All of the code, analysis, and evaluations done as part of milestone 1 can be found here
The focus of this report was to implement multiple baseline solutions for our text classification task
Extraction of Narratives from Online News - Narrative Classification and evaluate their performance. This report is split into two parts. The first part will be more in-depth and focus on Traditional Machine learning methods and their performance on this dataset. The second part will describe two deep learning baselines and evaluate their performance.
In this part, we will evaluate the performance of Random Forest, which usually achieves SOTA performance on Tabular datasets and a Multinomial Naive Bayes Classifier which are suitable for classification with discrete features such as word counts.

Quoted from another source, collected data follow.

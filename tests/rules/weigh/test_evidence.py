"""What one reading, one observation, or a plate may do to the odds, and what it may not."""

import math
import warnings

import msgspec
import pytest

from calc.kinds import twin_of
from calc.sheet import Reading, Value
from rules.diagnosing import diagnose
from rules.learned import Counts, with_counts
from rules.weigh.posterior import OTHER, weigh
from tests.rules.makers import case, insulation, reading, shipped, value

from .cases import answer, apart, numbers_of, odds, simulated, typed, with_readings


def test_a_reading_that_says_nothing_changes_nearly_nothing():
    sheet = simulated(4, complaint="trips_under_load")
    blurred = Value(text="7 kW", number=7000.0, unit="kW", resolution=1e9)
    vague = Reading(
        measure="power_factor", state="loaded", values=(Value(text="0.8", number=0.8, resolution=50.0),)
    )
    without = [r for r in sheet.readings if r.measure != "input_power"]
    plain = odds(with_readings(sheet, without))
    assert apart(plain, odds(with_readings(sheet, [*without, vague]))) < 0.02
    power = Reading(measure="input_power", state="loaded", values=(blurred,))
    assert apart(plain, odds(with_readings(sheet, [*without, power]))) < 0.05


def test_a_reading_that_nobody_weighs_changes_nothing_and_is_named():
    sheet = simulated(4, complaint="trips_under_load")
    knowledge = shipped()
    posterior = weigh(sheet, knowledge, twin_of(sheet.machine))
    known = {r.measure for r in posterior.direct} | {s.ask.measure for s in posterior.data.seen}
    measure = next(
        m for m in ("starts_per_hour", "drive_current", "dc_bus_voltage", "overload_class", "brake_voltage")
        if m not in known and not any({m, f"{m}@standby"} & {*f.readings} for f in knowledge.faults.values())
    )  # fmt: skip
    more = with_readings(sheet, [*sheet.readings, typed(measure, "standby", [4.0])])
    assert apart(odds(sheet), odds(more)) < 1e-12
    assert any(measure in note.replace(" ", "_") for note in answer(more).notes)


def test_an_observation_that_no_rule_knows_changes_nothing():
    sheet = simulated(4)
    told = msgspec.structs.replace(sheet, observations={"smells_of_lavender": True})
    assert apart(odds(sheet), odds(told)) < 1e-12


def test_one_hot_bearing_of_two_speaks_for_a_bearing():
    cool = reading("bearing_temperature", "loaded", "47 degC", position="nde")
    hot = reading("bearing_temperature", "loaded", "95 degC", position="de")
    base = odds(case("noisy_or_vibrating", cool))
    found = answer(case("noisy_or_vibrating", cool, hot))
    both = {f.id: f.probability for f in found.faults}
    assert both["bearing_defect"] > 2.0 * base["bearing_defect"]
    assert not found.slips


@pytest.mark.parametrize("efficiency", ["60 %", "10.8 %"])
def test_a_plate_that_contradicts_itself_does_not_decide_the_case(efficiency):
    plate = {"power": "6 kW", "voltage": "400 V", "current": "12.36 A", "power_factor": "0.74"}
    sheet = case("trips_at_start", insulation("0.02 Mohm"), nameplate=plate)
    told = msgspec.structs.replace(sheet.machine.nameplate, efficiency=value(efficiency, "percent"))
    machine = msgspec.structs.replace(sheet.machine, nameplate=told)
    found = odds(msgspec.structs.replace(sheet, machine=machine))
    assert all(math.isfinite(chance) for chance in found.values())
    assert found[OTHER] < 0.5


@pytest.mark.parametrize("rpm", ["2890 rpm", "1455 rpm", "955 rpm"])
def test_any_usual_speed_of_a_motor_whose_plate_cannot_be_read_is_no_fault(rpm):
    found = answer(case("routine_check", reading("speed", "loaded", rpm), plate=False))
    assert found.faults[0].id == "healthy"


@pytest.mark.parametrize("rpm", ["3510 rpm", "1755 rpm", "1165 rpm"])
def test_a_usual_speed_on_60_hz_of_a_motor_whose_plate_cannot_be_read_is_no_fault(rpm):
    found = answer(case("routine_check", reading("speed", "loaded", rpm), plate=False))
    assert found.faults[0].id == "healthy"


@pytest.mark.parametrize("kind", ["dc_series", "dc_shunt"])
def test_a_ripple_frequency_alone_leaves_finite_bands(kind):
    read = reading("ripple_frequency", "loaded", "64.96 Hz")
    with warnings.catch_warnings():
        warnings.simplefilter("error")
        found = answer(case("after_repair", read, kind=kind, nameplate={}))
    assert all(math.isfinite(number) for number in numbers_of(found))


def test_even_windings_speak_against_a_turn_short_and_uneven_ones_for_it():
    plate = {"connection": "star"}
    plate |= {
        "power": "7.5 kW",
        "voltage": "400 V",
        "current": "14.9 A",
        "frequency": "50 Hz",
        "speed": "1455 rpm",
    }

    def of(*texts):
        read = (reading("winding_resistance", "isolated", *texts, method="four_wire"),)
        return odds(case("trips_under_load", *read, nameplate=plate))["turn_short"]

    even, uneven = of("1.912 ohm", "1.910 ohm", "1.911 ohm"), of("1.780 ohm", "1.911 ohm", "1.778 ohm")
    bare = odds(case("trips_under_load", nameplate=plate))["turn_short"]
    assert uneven > 3.0 * bare
    assert even < bare


@pytest.mark.parametrize(("megohm", "least"), [("0.2 Mohm", 0.8), ("800 Mohm", 0.0)])
def test_low_insulation_speaks_for_what_lowers_it(megohm, least):
    found = odds(case("routine_check", insulation(megohm)))
    wet = found["ground_fault"] + found["damp_insulation"]
    assert wet >= least if least else wet < 0.1


def test_confirmed_cases_of_the_shop_shift_the_start():
    sheet = case("noisy_or_vibrating")
    counted = with_counts(shipped(), "induction_3ph", Counts(faults={"misalignment": 30.0}))
    own = {f.id: f.probability for f in diagnose(sheet, knowledge=counted).faults}
    assert own["misalignment"] > 1.5 * odds(sheet)["misalignment"]
    assert sum(own.values()) == pytest.approx(1.0)


def test_no_confirmed_case_shifts_nothing():
    assert with_counts(shipped(), "induction_3ph", Counts()) is shipped()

For the training data, we use the data files we prepared in Milestone 1 and we encode them using The bag of words method with a feature size of 1024.
The training and test data have been split in a ratio of 8:2 with a random seed. The training and test are the same for deep learning and traditional ML methods.
Since traditional ML methods are normally faster and easier to train we have built 4 models for each of the currently available languages (two for sub narratives and two for narratives).
For the quantitative analysis, we have decided to focus on the macro f1, precision, and recall score.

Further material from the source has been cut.